Here was the Texas wine tasting at the annual Kerrviile fall music festival, where I’ve been preaching the gospel of Texas wine for almost a decade. So you can imagine how I felt when Palacios stood up. Giddy, practically. But that wasn’t the only reason to be excited about Texas wine based on what I saw during my three days in the Hill Country:
• There was the 20-something man at the Walmart automotive center getting a flat on his pickup truck fixed. “I don’t drink much wine,” he said, talking about the Texas wineries he and his wife had visited over the weekend, “but this has been a lot of fun.”
• The chef who stood up during the Kerrville panel and said, “Thanks to the Texas industry for getting this right.
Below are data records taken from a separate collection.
"""How long reading a planner's export takes: found dialect, day-first dates, many sites.

An invented history of 100 sites x 3,000 days (300,000 rows) is written as a semicolon-separated
CSV with decimal commas and DD.MM.YYYY dates, as office suites in much of Europe export it, and
read three ways: pandas with every option given (the floor), ``sheets.read_table`` finding the
dialect itself, and ``history.read_history`` (reading plus every check). Prints the median of
three rounds of each. Run: ``python benchmarks/bench_reading.py [--rows N]``.
"""

from __future__ import annotations

import argparse
import tempfile
import time
from pathlib import Path

import numpy as np
import pandas as pd

from simulator.inputs.history import read_history
from simulator.inputs.scenario import scenario_from_text
from simulator.inputs.sheets import read_table


def _median_seconds(call, rounds: int = 3) -> float:
    times = []
    for _ in range(rounds):
        start = time.perf_counter()
        call()
        times.append(time.perf_counter() - start)
    return float(np.median(times))


def main() -> None:
    parser = argparse.ArgumentParser(description=__doc__.splitlines()[0])
    parser.add_argument("--rows", type=int, default=300_000, help="rows to write (a multiple of 100)")
    args = parser.parse_args()
    sites = 100
    rng = np.random.default_rng(2027)
    days = pd.date_range("1990-01-01", periods=args.rows // sites, freq="D")
    p = np.round(rng.random(days.size * sites), 2)
    frame = pd.DataFrame({"Datum": np.repeat(days.strftime("%d.%m.%Y"), sites),
                          "Standort": np.tile([f"Depot {k}" for k in range(sites)], days.size),
                          "Wahrscheinlichkeit": p, "Ereignis": (rng.random(p.size) < p).astype(int)})
    scenario = scenario_from_text('name = "bench"\n[history]\ndate_column = "Datum"\nsite_column = "Standort"\n'
                                  'probability_column = "Wahrscheinlichkeit"\noutcome_column = "Ereignis"\n'
                                  "[costs]\nhit = 1\nfalse_alarm = 1\nmiss = 3\n")
    with tempfile.TemporaryDirectory() as folder:
        path = Path(folder) / "export.csv"
        frame.to_csv(path, sep=";", decimal=",", index=False, encoding="cp1252")
        size = path.stat().st_size
        floor = _median_seconds(lambda: pd.read_csv(path, sep=";", decimal=",", encoding="cp1252", dtype=str))
        found = _median_seconds(lambda: read_table(path))
        checked = _median_seconds(lambda: read_history(scenario, path))
    print(f"{len(frame):,} rows, {size / 2**20:.1f} MiB, {sites} sites (median of 3 rounds)")
    print(f"  pandas, every option given, cells as text: {floor:6.2f} s")
    print(f"  read_table, dialect found:                 {found:6.2f} s")
    print(f"  read_history, read and checked:            {checked:6.2f} s")


if __name__ == "__main__":
    main()
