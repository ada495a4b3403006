"""Reading a history: the three ways a binary outcome arises, flip, seasons and periods.

The rules checked here are issue 2 section 1's; where a rule is the project's own reading of
common practice it says so. Data are small invented frames.
"""

from __future__ import annotations

import numpy as np
import pandas as pd
import pytest

from simulator.inputs.errors import InputError
from simulator.inputs.history import MIN_CLASS_COUNT, read_history
from simulator.inputs.history_calendar import season_start_month


def _frame(n=40, start="2021-03-01", **columns):
    """n daily rows; probability 0.1, 0.2, ..., 0.9 repeating; outcome alternating 1, 0 unless given."""
    dates = pd.date_range(start, periods=n, freq="D").strftime("%Y-%m-%d")
    frame = pd.DataFrame({"date": dates, "probability": np.round(0.1 + 0.1 * (np.arange(n) % 9), 1),
                          "outcome": np.arange(n) % 2 == 0})
    frame["outcome"] = frame["outcome"].astype(int)
    for name, values in columns.items():
        frame[name] = values
    return frame


# ------------------------------------------------------------------------------------------------
# the outcome given directly


@pytest.mark.parametrize("yes, no", [("1", "0"), ("true", "false"), ("yes", "no"), ("Yes", "No"),
                                     ("TRUE", "FALSE"), ("1.0", "0.0")])
def test_outcome_words_for_yes_and_no_all_read_the_same(yes, no, make_history):
    frame = _frame()
    expected = frame["outcome"].to_numpy() == 1
    frame["outcome"] = np.where(expected, yes, no)
    history = make_history(frame)
    np.testing.assert_array_equal(history.event, expected)
    assert history.evaluated.all()


def test_outcome_column_name_comes_from_the_scenario(make_history):
    frame = _frame().rename(columns={"outcome": "wet", "probability": "p_rain", "date": "day"})
    history = make_history(frame, history={"outcome_column": "wet", "probability_column": "p_rain",
                                           "date_column": "day"})
    assert history.event.sum() == 20
    np.testing.assert_allclose(history.p[:3], [0.1, 0.2, 0.3])


# ------------------------------------------------------------------------------------------------
# the outcome derived from a numeric column


def test_threshold_above_counts_values_reaching_the_threshold(make_history):
    # "rain at least 1.0 mm" (issue 2 section 1): a value equal to the threshold is an event
    rain_mm = np.tile([0.0, 0.4, 1.0, 3.2, 0.99], 8)
    frame = _frame(rain_mm=rain_mm).drop(columns="outcome")
    history = make_history(frame, history={"value_column": "rain_mm", "threshold": 1.0, "side": "above"})
    np.testing.assert_array_equal(history.event, rain_mm >= 1.0)
    assert history.evaluated.all()


def test_threshold_below_is_the_exact_complement_of_above(make_history):
    level = np.tile([2.0, 3.2, 3.5, 1.0, 3.19], 8)
    frame = _frame(level=level).drop(columns="outcome")
    above = make_history(frame, history={"value_column": "level", "threshold": 3.2, "side": "above"})
    below = make_history(frame, history={"value_column": "level", "threshold": 3.2, "side": "below"})
    np.testing.assert_array_equal(below.event, level < 3.2)
    np.testing.assert_array_equal(below.event, ~above.event)


@pytest.mark.parametrize("direction", ["up", "down"])
def test_direction_compares_with_the_previous_occasion_and_drops_the_first(direction, make_history):
    rng = np.random.default_rng(5)
    price = np.round(100 + np.cumsum(rng.normal(size=40)), 1)
    price[10] = price[9]  # no change: neither up nor down
    frame = _frame(price=price).drop(columns="outcome")
    history = make_history(frame, history={"value_column": "price", "direction": direction})
    change = np.diff(price)
    expected = change > 0 if direction == "up" else change < 0
    np.testing.assert_array_equal(history.event[1:], expected)
    assert not history.evaluated[0] and history.evaluated[1:].all()  # the first has no previous
    assert not history.event[10]
    assert history.n_evaluated == 39


def test_missing_value_names_the_value_column(make_history):
    frame = _frame(level=np.linspace(1, 4, 40)).drop(columns="outcome").astype(str)
    frame.loc[6, "level"] = ""
    with pytest.raises(InputError, match=r'row 8, column "level": the value is missing'):
        make_history(frame, history={"value_column": "level", "threshold": 3.2, "side": "above"})


# ------------------------------------------------------------------------------------------------
# flip: the class of interest is the complement


def test_flip_turns_p_into_one_minus_p_and_the_outcome_into_its_complement(make_history):
    frame = _frame()
    plain = make_history(frame)
    flipped = make_history(frame, event={"name": "dry", "flip": True})
    np.testing.assert_allclose(flipped.p, 1.0 - plain.p)
    np.testing.assert_array_equal(flipped.event, ~plain.event)
    np.testing.assert_array_equal(flipped.prev_event[1:], ~plain.event[:-1])  # persistence follows


def test_flip_applies_to_a_derived_outcome_too(make_history):
    rain_mm = np.tile([0.0, 2.5, 0.2, 1.0], 10)
    frame = _frame(rain_mm=rain_mm).drop(columns="outcome")
    dry = make_history(frame, history={"value_column": "rain_mm", "threshold": 1.0, "side": "above"},
                       event={"name": "dry", "flip": True})
    np.testing.assert_array_equal(dry.event, rain_mm < 1.0)


def test_flipped_class_count_is_checked_on_the_named_class(make_history):
    frame = _frame()
    frame["outcome"] = 1
    frame.loc[[3, 9, 27], "outcome"] = 0  # 3 dry days
    with pytest.raises(InputError, match='the evaluated period has 3 "dry" occasions, fewer than 5'):
        make_history(frame, event={"name": "dry", "flip": True})


# ------------------------------------------------------------------------------------------------
# seasons and periods


@pytest.mark.parametrize("months, start", [
    ((4, 5, 6, 7, 8, 9, 10), 4),
    ((10, 11, 12, 1, 2, 3), 10),
    ((1, 2, 3, 10, 11, 12), 10),  # any order
    ((12, 1, 2), 12),
    ((6,), 6),
    (tuple(range(1, 13)), 1),
])
def test_season_starts_after_its_longest_gap_in_the_calendar(months, start):
    assert season_start_month(months) == start


def test_season_wrapping_the_new_year_is_labelled_by_its_starting_year(make_history):
    frame = _frame(n=610, start="2020-09-01")  # 2020-09-01 to 2022-05-03
    history = make_history(frame, season={"months": [10, 11, 12, 1, 2, 3]})
    labels = dict(zip(frame["date"], history.season))
    assert labels["2020-09-30"] == -1 and labels["2020-10-01"] == 2020
    assert labels["2021-01-01"] == 2020 and labels["2021-03-31"] == 2020
    assert labels["2021-04-01"] == -1 and labels["2021-09-30"] == -1
    assert labels["2021-10-01"] == 2021 and labels["2022-02-28"] == 2021
    days = dict(zip(frame["date"], history.day_of_season))
    assert days["2020-10-01"] == 0 and days["2021-01-01"] == 31 + 30 + 31  # Oct, Nov, Dec
    np.testing.assert_array_equal(history.seasons, [2020, 2021])
    assert history.n_evaluated == (31 + 30 + 31 + 31 + 28 + 31) + (31 + 30 + 31 + 31 + 28 + 31)
    assert str(history.start) == "2020-10-01" and str(history.end) == "2022-03-31"


def test_weekdays_limit_the_evaluated_occasions(make_history):
    frame = _frame(n=70, start="2021-03-01")  # a Monday
    history = make_history(frame, season={"weekdays": ["mon", "tue", "wed", "thu", "fri"]})
    weekday = pd.to_datetime(frame["date"]).dt.day_of_week.to_numpy()
    np.testing.assert_array_equal(history.evaluated, weekday < 5)
    assert history.n_evaluated == 50


def test_validation_period_starts_on_validation_from(make_history):
    frame = _frame(n=80)
    history = make_history(frame, history={"validation_from": "2021-04-10"})
    dates = frame["date"].to_numpy()
    np.testing.assert_array_equal(history.validation, dates >= "2021-04-10")
    np.testing.assert_array_equal(history.training, dates < "2021-04-10")
    assert history.has_validation


def test_weekly_history_is_weekly(make_history):
    frame = _frame(n=60)
    frame["date"] = pd.date_range("2019-01-07", periods=60, freq="7D").strftime("%Y-%m-%d")
    history = make_history(frame)
    assert history.frequency.kind == "weekly" and history.frequency.step_days == 7
    assert history.warnings == ()


def test_minimum_class_count_is_five():
    # issue 2 section 1: "a class ... with fewer than 5 occasions in the evaluated period"
    assert MIN_CLASS_COUNT == 5


def test_five_occasions_of_a_class_are_enough(make_history):
    frame = _frame()
    frame["outcome"] = 0
    frame.loc[[1, 8, 15, 22, 29], "outcome"] = 1
    assert make_history(frame).event.sum() == 5


# ------------------------------------------------------------------------------------------------
# files


def test_csv_and_parquet_read_the_same(write_history, make_scenario, history_frame):
    scenario = make_scenario()
    from_csv = read_history(scenario, write_history(history_frame))
    from_parquet = read_history(scenario, write_history(history_frame, "history.parquet"))
    for name in ("dates", "p", "event", "evaluated", "season", "day_of_season"):
        np.testing.assert_array_equal(getattr(from_csv, name), getattr(from_parquet, name))


def test_spaces_after_commas_and_trailing_blank_lines_are_tolerated(write_history, make_scenario,
                                                                      history_frame):
    text = history_frame.head(60).to_csv(index=False, lineterminator="\n").replace(",", ", ")
    history = read_history(make_scenario(), write_history(text + "\n\n"))
    assert history.n_rows == 60


def test_history_path_is_relative_to_the_scenario_file(write_history, write_scenario, history_frame):
    from simulator.inputs.scenario import read_scenario

    write_history(history_frame)
    scenario = read_scenario(write_scenario())
    history = read_history(scenario)
    assert history.n_rows == len(history_frame)
    assert len(history.sha256) == 64
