def test_finley_rates_and_never_forecasting_scores_higher():
    # Murphy (1996), "The Finley affair", Wea. Forecasting 11:3-20, via the CAWCR Finley page:
    # POD 0.549, F 0.026, Hanssen-Kuipers (Peirce) 0.523, PC 0.966 against 0.982 for never
    # forecasting a tornado, FAR 0.720 (exact fractions in METHODS.md 2.1).
    r = rates(FINLEY)
    assert r.hit_rate == pytest.approx(0.549, abs=5e-4)
    assert r.false_alarm_rate == pytest.approx(0.026, abs=5e-4)
    assert r.peirce_score == pytest.approx(0.523, abs=5e-4)
    assert r.proportion_correct == pytest.approx(0.966, abs=5e-4)
    assert r.false_alarm_ratio == pytest.approx(0.720, abs=5e-4)
    never = rates(Contingency(hits=0, false_alarms=0, misses=51, correct_negatives=2752))
    assert never.proportion_correct == pytest.approx(0.982, abs=5e-4)
    assert never.proportion_correct > r.proportion_correct
    # definitions: 1 - F, 1 - H, events / n (common practice, no single source)
    assert r.specificity == pytest.approx(2680 / 2752, rel=1e-12)
    assert r.miss_rate == pytest.approx(1 - r.hit_rate, rel=1e-12)
    assert r.base_rate == pytest.approx(FINLEY_BASE_RATE, rel=1e-12)


@pytest.mark.filterwarnings("error")
def test_rates_are_nan_where_a_class_is_absent_without_warnings():
    # no event and no action: H, miss rate, FAR undefined (common practice, no source)
    c = Contingency(hits=np.array([0, 3]), false_alarms=np.array([0, 1]),
                    misses=np.array([0, 1]), correct_negatives=np.array([5, 0]))
    r = rates(c)
    assert np.isnan(r.hit_rate[0]) and np.isnan(r.miss_rate[0]) and np.isnan(r.peirce_score[0])
    assert np.isnan(r.false_alarm_ratio[0])
    assert r.false_alarm_rate[0] == 0.0 and r.base_rate[0] == 0.0
    assert r.hit_rate[1] == 0.75 and r.false_alarm_rate[1] == 1.0
    assert r.hit_rate.dtype == np.float64


def test_rates_work_elementwise_on_replicates_like_sklearn(rng):
    # reference: scikit-learn confusion_matrix per replicate and cutoff
    n_rep, cutoffs = 3, np.round(np.linspace(0.1, 0.9, 9), 3)
    p = rng.random((n_rep, 200))
    event = rng.random((n_rep, 200)) < p
    c = count_at_cutoffs(p, event, cutoffs)
    r = rates(c)
    assert r.hit_rate.shape == (n_rep, cutoffs.size)
    for i in range(n_rep):
        for k, cut in enumerate(cutoffs):
            tn, fp, fn, tp = confusion_matrix(event[i], p[i] >= cut, labels=[False, True]).ravel()
            assert r.hit_rate[i, k] == pytest.approx(tp / (tp + fn), rel=1e-12)
            assert r.false_alarm_rate[i, k] == pytest.approx(fp / (fp + tn), rel=1e-12)
            assert r.proportion_correct[i, k] == pytest.approx((tp + tn) / 200, rel=1e-12)


# --------------------------------------------------------------------------------------------------
# Relative value (Richardson 2000)


def test_finley_value_at_base_rate_equals_peirce_and_is_the_maximum():
    # Richardson (2000), QJRMS 126:649-667 (via the CAWCR relative-value page): the maximum of V
    # over the cost-loss ratio is at alpha = base rate, where V = H - F (Peirce / Hanssen-Kuipers).
    h, f = hit_rate(FINLEY), false_alarm_rate(FINLEY)
    v_at_s = relative_value(h, f, FINLEY_BASE_RATE, FINLEY_BASE_RATE)
    assert v_at_s == pytest.approx(peirce_score(FINLEY), rel=1e-12)
    alphas = np.round(np.linspace(0.001, 0.999, 999), 3)
    assert np.all(relative_value(h, f, FINLEY_BASE_RATE, alphas) <= v_at_s + 1e-12)
    # values derived in METHODS.md 2.1 [D] by the closed form (regression check)
    got = relative_value(h, f, FINLEY_BASE_RATE, np.array([0.01, 0.05, 0.10, 0.20, 0.50]))
    np.testing.assert_allclose(got, [0.1464, 0.4747, 0.3922, 0.1961, -0.8627], atol=5e-5)


def test_finley_value_is_positive_exactly_between_the_conditional_frequencies():
    # Derived (METHODS.md 1.1, 2.1): acting on a yes/no forecast beats climatology iff
    # P(event | "no") = 23/2703 < alpha < P(event | "yes") = 28/100 (principle: Murphy 1977).
    h, f = hit_rate(FINLEY), false_alarm_rate(FINLEY)
    lo, hi = 23 / 2703, 28 / 100
    assert relative_value(h, f, FINLEY_BASE_RATE, lo) == pytest.approx(0.0, abs=1e-12)
    assert relative_value(h, f, FINLEY_BASE_RATE, hi) == pytest.approx(0.0, abs=1e-12)
    alphas = np.round(np.linspace(0.0005, 0.9995, 2000), 4)
    v = relative_value(h, f, FINLEY_BASE_RATE, alphas)
    inside = (alphas > lo + 1e-9) & (alphas < hi - 1e-9)
    outside = (alphas < lo - 1e-9) | (alphas > hi + 1e-9)
    assert np.all(v[inside] > 0) and np.all(v[outside] < 0)


def _expenses(c, c_h, c_fa, c_m, c_cn):
    """Mean expense per occasion of the model, never, always and perfect, computed from counts."""
    hits, fa = np.asarray(c.hits, float), np.asarray(c.false_alarms, float)
    misses, cn = np.asarray(c.misses, float), np.asarray(c.correct_negatives, float)
    n = hits + fa + misses + cn
    ev, non = hits + misses, fa + cn
    model = (hits * c_h + fa * c_fa + misses * c_m + cn * c_cn) / n
    never = (ev * c_m + non * c_cn) / n
    always = (ev * c_h + non * c_fa) / n
    perfect = (ev * c_h + non * c_cn) / n
    return model, never, always, perfect


# cost matrices (c_h, c_fa, c_m, c_cn); the first is the cost-loss form C = 2, L = 10;
# the others are invented for the test (common practice: any matrix with c_fa > c_cn, c_m > c_h)
COST_MATRICES = [(2.0, 2.0, 10.0, 0.0), (300.0, 1800.0, 2500.0, 0.0), (5.0, 40.0, 90.0, 12.0),
                 (-20.0, 7.0, 3.0, -1.0)]


@pytest.mark.parametrize("costs", COST_MATRICES)
def test_value_from_costs_agrees_with_cost_loss_form_and_ignores_class_shifts(rng, costs):
    # Richardson (2000) V; invariance to per-class constant shifts and scaling derived in
    # METHODS.md 1.1-1.2 (Elkan 2001 for the general matrix).
    c_h, c_fa, c_m, c_cn = costs
    p, event = _random_history(rng)
    c = count_at_cutoffs(p, event, np.round(np.linspace(0.0, 1.0, 21), 2))
    r = rates(c)
    alpha = (c_fa - c_cn) / ((c_fa - c_cn) + (c_m - c_h))
    expected = relative_value(r.hit_rate, r.false_alarm_rate, r.base_rate, alpha)
    got = relative_value_from_costs(*_expenses(c, c_h, c_fa, c_m, c_cn))
    np.testing.assert_allclose(got, expected, rtol=1e-10, atol=1e-12)
    # add 17 to both costs of events, -4 to both costs of non-events, then scale by 3
    shifted = relative_value_from_costs(
        *_expenses(c, 3 * (c_h + 17), 3 * (c_fa - 4), 3 * (c_m + 17), 3 * (c_cn - 4)))
    np.testing.assert_allclose(shifted, got, rtol=1e-10, atol=1e-12)


@pytest.mark.filterwarnings("error")
def test_relative_value_is_nan_when_climate_is_perfect():
    # a = 0 or s = 0: E_climate = E_perfect, V undefined (follows from Richardson's definition)
    v = relative_value(0.5, 0.1, np.array([0.2, 0.0]), np.array([[0.0], [0.3]]))
    assert v.shape == (2, 2)
    assert np.isnan(v[0]).all() and np.isnan(v[1, 1]) and np.isfinite(v[1, 0])


# --------------------------------------------------------------------------------------------------
# Net benefit (Vickers & Elkin 2006)


def test_treat_all_net_benefit_matches_published_table():
    # PMC6993280, Table 4 (decision curve of an HCC diagnosis model), "treat all" column; the
    # column is reproduced by prevalence 0.30 in NB_all = s - (1 - s) pt/(1 - pt)
    # (Vickers & Elkin 2006, Med. Decis. Making 26:565-574; METHODS.md 2.2).
    thresholds = np.array([0.03, 0.20, 0.30, 0.50, 0.90])
    got = net_benefit_treat_all(0.30, thresholds)
    np.testing.assert_allclose(got, [0.278, 0.125, 0.000, -0.400, -6.000], atol=5e-4)


def test_net_benefit_of_acting_on_everything_is_treat_all(rng):
    # Vickers & Elkin (2006): treat-all is the model that acts on every occasion
    p, event = _random_history(rng)
    pt = np.array([0.05, 0.2, 0.5])
    nb = net_benefit(event.sum(), (~event).sum(), event.size, pt)
    np.testing.assert_allclose(nb, net_benefit_treat_all(event.mean(), pt), rtol=1e-12)
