"""The defining property of a switching value, checked with full runs (shared by the sensitivity tests).

A switching value is the value of an input at which the preferred option changes (common practice in
decision analysis and health-economic evaluation: Briggs, Claxton and Sculpher 2006, Decision
Modelling for Health Economic Evaluation, chapter 4; from memory, check). So an input just past it
changes the verdict or takes the cutoff out of today's near-optimal band, and just short of it
does not. "Just" is :data:`JUST` of the span searched, wider than the bisection's width
(:func:`simulator.analysis.sensitivity.switching_value`).
"""

from __future__ import annotations

from collections.abc import Callable, Iterator

JUST = 2e-6  # "just past" / "just short": this share of the span searched


def switches(result, kind: str) -> Iterator[tuple[object, str, float]]:
    """Every switching value of a run's sensitivity: (entry, "down" or "up", value); ``kind`` is
    ``"verdict"`` or ``"band"``."""
    for entry in result.sensitivity.costs:
        switch = entry.verdict_switch if kind == "verdict" else entry.band_switch
        for side, value in (("down", switch.down), ("up", switch.up)):
            if value is not None:
                yield entry, side, value


def past_and_short(entry, side: str, value: float) -> tuple[float, float]:
    """The input just past its switching value and just short of it."""
    step = JUST * (entry.search[1] - entry.search[0]) * (1 if side == "up" else -1)
    return value + step, value - step


def check_verdict_switches(result, verdict_at: Callable[[str, float], object]) -> None:
    """Just past each verdict switching value a full run (``verdict_at(key, value)``, its ``Verdict``)
    turns the verdict; just short of it, it does not."""
    found = list(switches(result, "verdict"))
    assert found, "expected at least one verdict switching value within the span searched"
    for entry, side, value in found:
        past, short = past_and_short(entry, side, value)
        assert verdict_at(entry.key, past).use_forecast != result.verdict.use_forecast, (entry.key, side, value)
        assert verdict_at(entry.key, short).use_forecast == result.verdict.use_forecast, (entry.key, side, value)


def check_band_switches(result, cutoff_at: Callable[[str, float], float]) -> None:
    """Just past each band switching value a full run's cutoff (``cutoff_at(key, value)``) leaves
    today's near-optimal band; just short of it, it stays."""
    lo, hi = result.decision.near_optimal_band
    found = list(switches(result, "band"))
    assert found, "expected at least one band switching value within the span searched"
    for entry, side, value in found:
        past, short = past_and_short(entry, side, value)
        assert not lo <= cutoff_at(entry.key, past) <= hi, (entry.key, side, value)
        assert lo <= cutoff_at(entry.key, short) <= hi, (entry.key, side, value)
I was here 20 years ago, and I really wondered if they’d ever be able to do it.”
• The middle-aged Jack Daniels drinker who made a return trip to one winery tasting room because he couldn’t believe how much he enjoyed the wine. He even bought a couple of more bottles.
This does not mean there still aren’t problems, which I saw at this year’s Lone Star judging and that cropped up a couple times over the weekend. We still have a long way to go with wine education, for one thing, though that’s not necessarily a Texas problem. What’s important is that the first step in making Texas wine work has been taken. Consumers are willing to try it. Now the onus is on the wineries to produce quality wine at an affordable price that is uniquely Texas, and not a California or French knockoff.
Because consumers like Palacios are ready, willing, and able. “I’ve got a lot of wine drinking friends who won’t drink Texas wine,” she told me when I chatted with her after the panel. “So I’m going to do a blind tasting with these wines when we do our next tasting.”
What more can any wine business ask for?